MATERIAL PROVIDED ->
---
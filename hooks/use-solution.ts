import { useEffect, useState } from 'react';
import type { QuestionTask, Solution } from './pricing-messages';
import { PricingThreadError } from './pricing-client';
import { pricingThread } from './pricing-thread';

type SolveTask = Exclude<QuestionTask, { kind: 'reprice' }>;

/** The thread's answer to the newest question; null while it is worked out, or without one. */
export function useSolution(task: SolveTask | null): Solution | null {
  const [answer, setAnswer] = useState<{ key: string; solution: Solution } | null>(null);
  const key = task === null ? null : JSON.stringify(task);
  useEffect(() => {
    if (key === null) return;
    let wanted = true;
    const settle = (solution: Solution) => {
      if (wanted) setAnswer({ key, solution });
    };
    pricingThread()
      .ask(JSON.parse(key) as SolveTask)
      .then(settle, (error: unknown) => {
        if (!(error instanceof PricingThreadError)) throw error;
        settle({ ok: false, message: error.message });
      });
    return () => {
      wanted = false;
    };
  }, [key]);
  return answer !== null && answer.key === key ? answer.solution : null;
}
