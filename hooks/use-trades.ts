import {
  useInfiniteQuery,
  useMutation,
  useQuery,
  useQueryClient,
  type QueryClient,
} from '@tanstack/react-query';
import type { Verdict } from '@/pricing/contract';
import { endpoints } from '@/shared/contracts';
import type { TradeAmendment, TradeProposal } from '@/shared/contracts/trade-acts';
import type { SortDirection, statusFilters, Trade, TradeSort } from '@/shared/contracts/trades';
import type { BodyOf } from '@/shared/endpoint';
import { call } from './api';
import { booksKey } from './use-books';

/** What a list of trades shows, and in which order. Lives in the address. */
export type TradeFilter = {
  /** Null for every book of the desk. */
  bookId: string | null;
  search: string;
  status: (typeof statusFilters)[number] | null;
  verdict: Verdict | null;
  underlyingId: string | null;
  sort: TradeSort;
  direction: SortDirection;
};

const pageSize = 50;

const tradesKey = (deskId: string) => ['trades', deskId] as const;
const tradeKey = (deskId: string, tradeId: string) => ['trade', deskId, tradeId] as const;

export function useTrades(deskId: string, filter: TradeFilter) {
  const { bookId, search, status, verdict, underlyingId, sort, direction } = filter;
  return useInfiniteQuery({
    queryKey: [...tradesKey(deskId), filter],
    initialPageParam: undefined as string | undefined,
    queryFn: ({ pageParam, signal }) =>
      call(endpoints.listTrades, {
        params: { deskId },
        query: {
          cursor: pageParam,
          limit: pageSize,
          bookId: bookId ?? undefined,
          search: search === '' ? undefined : search,
          status: status ?? undefined,
          verdict: verdict ?? undefined,
          underlyingId: underlyingId ?? undefined,
          sort,
          direction,
        },
        signal,
      }),
    getNextPageParam: (page) => page.nextCursor ?? undefined,
    select: ({ pages }) => pages.flatMap(({ items }) => items),
    // Rows stay in sight until those of the new order or filter arrive.
    placeholderData: (previous) => previous,
  });
}

/** The first few trades that wait for approval, newest first. */
export function useWaitingTrades(deskId: string, limit: number) {
  return useQuery({
    queryKey: [...tradesKey(deskId), 'waiting', limit],
    queryFn: ({ signal }) =>
      call(endpoints.listTrades, {
        params: { deskId },
        query: { status: 'waiting', limit },
        signal,
      }),
    select: ({ items }) => items,
  });
}

export function useTrade(deskId: string, tradeId: string) {
  return useQuery({
    queryKey: tradeKey(deskId, tradeId),
    queryFn: ({ signal }) => call(endpoints.getTrade, { params: { deskId, tradeId }, signal }),
  });
}

function putTrade(client: QueryClient, deskId: string, trade: Trade) {
  client.setQueryData(tradeKey(deskId, trade.id), trade);
  void client.invalidateQueries({ queryKey: tradesKey(deskId) });
  void client.invalidateQueries({ queryKey: booksKey(deskId) });
}

export function useProposeTrade(deskId: string) {
  const client = useQueryClient();
  return useMutation({
    mutationFn: ({ body, idempotencyKey }: { body: TradeProposal; idempotencyKey: string }) =>
      call(endpoints.proposeTrade, { params: { deskId }, body, idempotencyKey }),
    onSuccess: (trade) => putTrade(client, deskId, trade),
  });
}

export function useAmendTrade(deskId: string, tradeId: string) {
  const client = useQueryClient();
  return useMutation({
    mutationFn: ({ body, idempotencyKey }: { body: TradeAmendment; idempotencyKey: string }) =>
      call(endpoints.amendTrade, { params: { deskId, tradeId }, body, idempotencyKey }),
    onSuccess: (trade) => putTrade(client, deskId, trade),
  });
}

/** A binding act on a trade, as its dialog hands it over. */
export type TradeAct =
  | { kind: 'approve'; body: BodyOf<typeof endpoints.approveTrade> }
  | { kind: 'return'; body: BodyOf<typeof endpoints.returnTrade> }
  | { kind: 'close'; body: BodyOf<typeof endpoints.closeTrade> }
  | { kind: 'expire'; body: BodyOf<typeof endpoints.recordExpiry> };

function perform(params: { deskId: string; tradeId: string }, act: TradeAct): Promise<Trade> {
  switch (act.kind) {
    case 'approve':
      return call(endpoints.approveTrade, { params, body: act.body });
    case 'return':
      return call(endpoints.returnTrade, { params, body: act.body });
    case 'close':
      return call(endpoints.closeTrade, { params, body: act.body });
    case 'expire':
      return call(endpoints.recordExpiry, { params, body: act.body });
  }
}

export function useTradeAct(deskId: string, tradeId: string) {
  const client = useQueryClient();
  return useMutation({
    mutationFn: (act: TradeAct) => perform({ deskId, tradeId }, act),
    onSuccess: (trade) => putTrade(client, deskId, trade),
  });
}

/** After a stale version: what the other person made of it. */
export function useReloadTrade(deskId: string, tradeId: string) {
  const client = useQueryClient();
  return () => client.invalidateQueries({ queryKey: tradeKey(deskId, tradeId) });
}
---
PROBLEM TO WORK ON -> Repeat the data precisely, line by line.

REPLY ->
filename hooks/use-solution.ts
import { useEffect, useState } from 'react';
import type { QuestionTask, Solution } from './pricing-messages';
import { PricingThreadError } from './pricing-client';
import { pricingThread } from './pricing-thread';

type SolveTask = Exclude<QuestionTask, { kind: 'reprice' }>;

/** The thread's answer to the newest question; null while it is worked out, or without one. */
export function useSolution(task: SolveTask | null): Solution | null {
  const [answer, setAnswer] = useState<{ key: string; solution: Solution } | null>(null);
  const key = task === null ? null : JSON.stringify(task);
  useEffect(() => {
    if (key === null) return;
    let wanted = true;
    const settle = (solution: Solution) => {
      if (wanted) setAnswer({ key, solution });
    };
    pricingThread()
      .ask(JSON.parse(key) as SolveTask)
      .then(settle, (error: unknown) => {
        if (!(error instanceof PricingThreadError)) throw error;
        settle({ ok: false, message: error.message });
      });
    return () => {
      wanted = false;
    };
  }, [key]);
  return answer !== null && answer.key === key ? answer.solution : null;
}
filename hooks/use-trades.ts
import {
  useInfiniteQuery,
  useMutation,
  useQuery,
  useQueryClient,
  type QueryClient,
} from '@tanstack/react-query';
import type { Verdict } from '@/pricing/contract';
import { endpoints } from '@/shared/contracts';
import type { TradeAmendment, TradeProposal } from '@/shared/contracts/trade-acts';
import type { SortDirection, statusFilters, Trade, TradeSort } from '@/shared/contracts/trades';
import type { BodyOf } from '@/shared/endpoint';
import { call } from './api';
import { booksKey } from './use-books';

/** What a list of trades shows, and in which order. Lives in the address. */
export type TradeFilter = {
  /** Null for every book of the desk. */
  bookId: string | null;
  search: string;
  status: (typeof statusFilters)[number] | null;
  verdict: Verdict | null;
  underlyingId: string | null;
  sort: TradeSort;
  direction: SortDirection;
};

const pageSize = 50;

const tradesKey = (deskId: string) => ['trades', deskId] as const;
const tradeKey = (deskId: string, tradeId: string) => ['trade', deskId, tradeId] as const;

export function useTrades(deskId: string, filter: TradeFilter) {
  const { bookId, search, status, verdict, underlyingId, sort, direction } = filter;
  return useInfiniteQuery({
    queryKey: [...tradesKey(deskId), filter],
    initialPageParam: undefined as string | undefined,
    queryFn: ({ pageParam, signal }) =>
      call(endpoints.listTrades, {
        params: { deskId },
        query: {
          cursor: pageParam,
          limit: pageSize,
          bookId: bookId ?? undefined,
          search: search === '' ? undefined : search,
          status: status ?? undefined,
          verdict: verdict ?? undefined,
          underlyingId: underlyingId ?? undefined,
          sort,
          direction,
        },
        signal,
      }),
    getNextPageParam: (page) => page.nextCursor ?? undefined,
    select: ({ pages }) => pages.flatMap(({ items }) => items),
    // Rows stay in sight until those of the new order or filter arrive.
    placeholderData: (previous) => previous,
  });
}

/** The first few trades that wait for approval, newest first. */
export function useWaitingTrades(deskId: string, limit: number) {
  return useQuery({
    queryKey: [...tradesKey(deskId), 'waiting', limit],
    queryFn: ({ signal }) =>
      call(endpoints.listTrades, {
        params: { deskId },
        query: { status: 'waiting', limit },
        signal,
      }),
    select: ({ items }) => items,
  });
}

export function useTrade(deskId: string, tradeId: string) {
  return useQuery({
    queryKey: tradeKey(deskId, tradeId),
    queryFn: ({ signal }) => call(endpoints.getTrade, { params: { deskId, tradeId }, signal }),
  });
}

function putTrade(client: QueryClient, deskId: string, trade: Trade) {
  client.setQueryData(tradeKey(deskId, trade.id), trade);
  void client.invalidateQueries({ queryKey: tradesKey(deskId) });
  void client.invalidateQueries({ queryKey: booksKey(deskId) });
}

export function useProposeTrade(deskId: string) {
  const client = useQueryClient();
  return useMutation({
    mutationFn: ({ body, idempotencyKey }: { body: TradeProposal; idempotencyKey: string }) =>
      call(endpoints.proposeTrade, { params: { deskId }, body, idempotencyKey }),
    onSuccess: (trade) => putTrade(client, deskId, trade),
  });
}

export function useAmendTrade(deskId: string, tradeId: string) {
  const client = useQueryClient();
  return useMutation({
    mutationFn: ({ body, idempotencyKey }: { body: TradeAmendment; idempotencyKey: string }) =>
      call(endpoints.amendTrade, { params: { deskId, tradeId }, body, idempotencyKey }),
    onSuccess: (trade) => putTrade(client, deskId, trade),
  });
}

/** A binding act on a trade, as its dialog hands it over. */
export type TradeAct =
  | { kind: 'approve'; body: BodyOf<typeof endpoints.approveTrade> }
  | { kind: 'return'; body: BodyOf<typeof endpoints.returnTrade> }
  | { kind: 'close'; body: BodyOf<typeof endpoints.closeTrade> }
  | { kind: 'expire'; body: BodyOf<typeof endpoints.recordExpiry> };

function perform(params: { deskId: string; tradeId: string }, act: TradeAct): Promise<Trade> {
  switch (act.kind) {
    case 'approve':
      return call(endpoints.approveTrade, { params, body: act.body });
    case 'return':
      return call(endpoints.returnTrade, { params, body: act.body });
    case 'close':
      return call(endpoints.closeTrade, { params, body: act.body });
    case 'expire':
      return call(endpoints.recordExpiry, { params, body: act.body });
  }
}

export function useTradeAct(deskId: string, tradeId: string) {
  const client = useQueryClient();
  return useMutation({
    mutationFn: (act: TradeAct) => perform({ deskId, tradeId }, act),
    onSuccess: (trade) => putTrade(client, deskId, trade),
  });
}

/** After a stale version: what the other person made of it. */
export function useReloadTrade(deskId: string, tradeId: string) {
  const client = useQueryClient();
  return () => client.invalidateQueries({ queryKey: tradeKey(deskId, tradeId) });
}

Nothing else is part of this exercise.